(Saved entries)
■ ■ ■ ■

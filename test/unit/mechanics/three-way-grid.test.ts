import { describe, it } from "vitest";
import { threeWayGridBarForces, threeWayGridStiffness, doubleLayerGridStiffness, continuumShellPressurePa } from "../../../src/mechanics";
import { expectRelClose } from "../../helpers/close";

// Derivation checks (no published value): the bar forces must be in equilibrium with the membrane
// force, N = (1/h) Σ F_k n_k⊗n_k with h = L√3/2, for bars at 0°, 60°, 120° to the x axis.
describe("threeWayGridBarForces", () => {
  const L = 4;
  const h = (L * Math.sqrt(3)) / 2;
  it("uniaxial N along a bar: that bar carries hN, the others none (equilibrium by hand)", () => {
    const f = threeWayGridBarForces(50e3, 0, L);
    expectRelClose(f.tensionN, h * 50e3, 1e-12);
    // grid turned 90°: the bar across the force takes −hN/3, the two at ±30° take 2hN/3 each;
    // N_xx = (2 · 2hN/3 · cos²30°)/h = N, N_yy = (−hN/3 + 2 · 2hN/3 · sin²30°)/h = 0.
    expectRelClose(f.compressionN, (-h * 50e3) / 3, 1e-12);
    expectRelClose((2 * ((2 * h * 50e3) / 3) * Math.cos(Math.PI / 6) ** 2) / h, 50e3, 1e-12);
  });
  it("pure shear N₁ = −N₂: bars along the principal axes take ±(4/3)hN", () => {
    const f = threeWayGridBarForces(30e3, -30e3, L);
    expectRelClose(f.tensionN, (4 / 3) * h * 30e3, 1e-12);
    expectRelClose(f.compressionN, (-4 / 3) * h * 30e3, 1e-12);
  });
});

describe("threeWayGridStiffness", () => {
  // A solid plate of the same in-plane stiffness: Et = 2EA/(√3 L); D = (3√3/4) EI/L.
  it("B = 2EA/(√3 L) and D = (3√3/4) EI/L", () => {
    const g = threeWayGridStiffness(1e9, 2e6, 5);
    expectRelClose(g.membraneNPerM, (2 * 1e9) / (Math.sqrt(3) * 5), 1e-12);
    expectRelClose(g.bendingNm, ((3 * Math.sqrt(3)) / 4) * (2e6 / 5), 1e-12);
  });
  it("a double layer buckles at a far higher pressure than a single one", () => {
    const single = threeWayGridStiffness(1e9, 2e6, 5);
    const double = doubleLayerGridStiffness(single, 3);
    const ratio = continuumShellPressurePa(double.bendingNm, double.membraneNPerM, 100) / continuumShellPressurePa(single.bendingNm, single.membraneNPerM, 100);
    // √(D₂B₂/(D₁B₁)) with B₂ = 2B₁, D₂ = 2D₁ + 9B₁d²/16
    expectRelClose(ratio, Math.sqrt((2 * (2 * single.bendingNm + (9 / 16) * single.membraneNPerM * 9)) / single.bendingNm), 1e-12);
  });
});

■ ■ ■ ■

Word for word, copy out the records.

:: Output ::
filename test/unit/mechanics/three-way-grid.test.ts
import { describe, it } from "vitest";
import { threeWayGridBarForces, threeWayGridStiffness, doubleLayerGridStiffness, continuumShellPressurePa } from "../../../src/mechanics";
import { expectRelClose } from "../../helpers/close";

// Derivation checks (no published value): the bar forces must be in equilibrium with the membrane
// force, N = (1/h) Σ F_k n_k⊗n_k with h = L√3/2, for bars at 0°, 60°, 120° to the x axis.
describe("threeWayGridBarForces", () => {
  const L = 4;
  const h = (L * Math.sqrt(3)) / 2;
  it("uniaxial N along a bar: that bar carries hN, the others none (equilibrium by hand)", () => {
    const f = threeWayGridBarForces(50e3, 0, L);
    expectRelClose(f.tensionN, h * 50e3, 1e-12);
    // grid turned 90°: the bar across the force takes −hN/3, the two at ±30° take 2hN/3 each;
    // N_xx = (2 · 2hN/3 · cos²30°)/h = N, N_yy = (−hN/3 + 2 · 2hN/3 · sin²30°)/h = 0.
    expectRelClose(f.compressionN, (-h * 50e3) / 3, 1e-12);
    expectRelClose((2 * ((2 * h * 50e3) / 3) * Math.cos(Math.PI / 6) ** 2) / h, 50e3, 1e-12);
  });
  it("pure shear N₁ = −N₂: bars along the principal axes take ±(4/3)hN", () => {
    const f = threeWayGridBarForces(30e3, -30e3, L);
    expectRelClose(f.tensionN, (4 / 3) * h * 30e3, 1e-12);
    expectRelClose(f.compressionN, (-4 / 3) * h * 30e3, 1e-12);
  });
});

describe("threeWayGridStiffness", () => {
  // A solid plate of the same in-plane stiffness: Et = 2EA/(√3 L); D = (3√3/4) EI/L.
  it("B = 2EA/(√3 L) and D = (3√3/4) EI/L", () => {
    const g = threeWayGridStiffness(1e9, 2e6, 5);
    expectRelClose(g.membraneNPerM, (2 * 1e9) / (Math.sqrt(3) * 5), 1e-12);
    expectRelClose(g.bendingNm, ((3 * Math.sqrt(3)) / 4) * (2e6 / 5), 1e-12);
  });
  it("a double layer buckles at a far higher pressure than a single one", () => {
    const single = threeWayGridStiffness(1e9, 2e6, 5);
    const double = doubleLayerGridStiffness(single, 3);
    const ratio = continuumShellPressurePa(double.bendingNm, double.membraneNPerM, 100) / continuumShellPressurePa(single.bendingNm, single.membraneNPerM, 100);
    // √(D₂B₂/(D₁B₁)) with B₂ = 2B₁, D₂ = 2D₁ + 9B₁d²/16
    expectRelClose(ratio, Math.sqrt((2 * (2 * single.bendingNm + (9 / 16) * single.membraneNPerM * 9)) / single.bendingNm), 1e-12);
  });
});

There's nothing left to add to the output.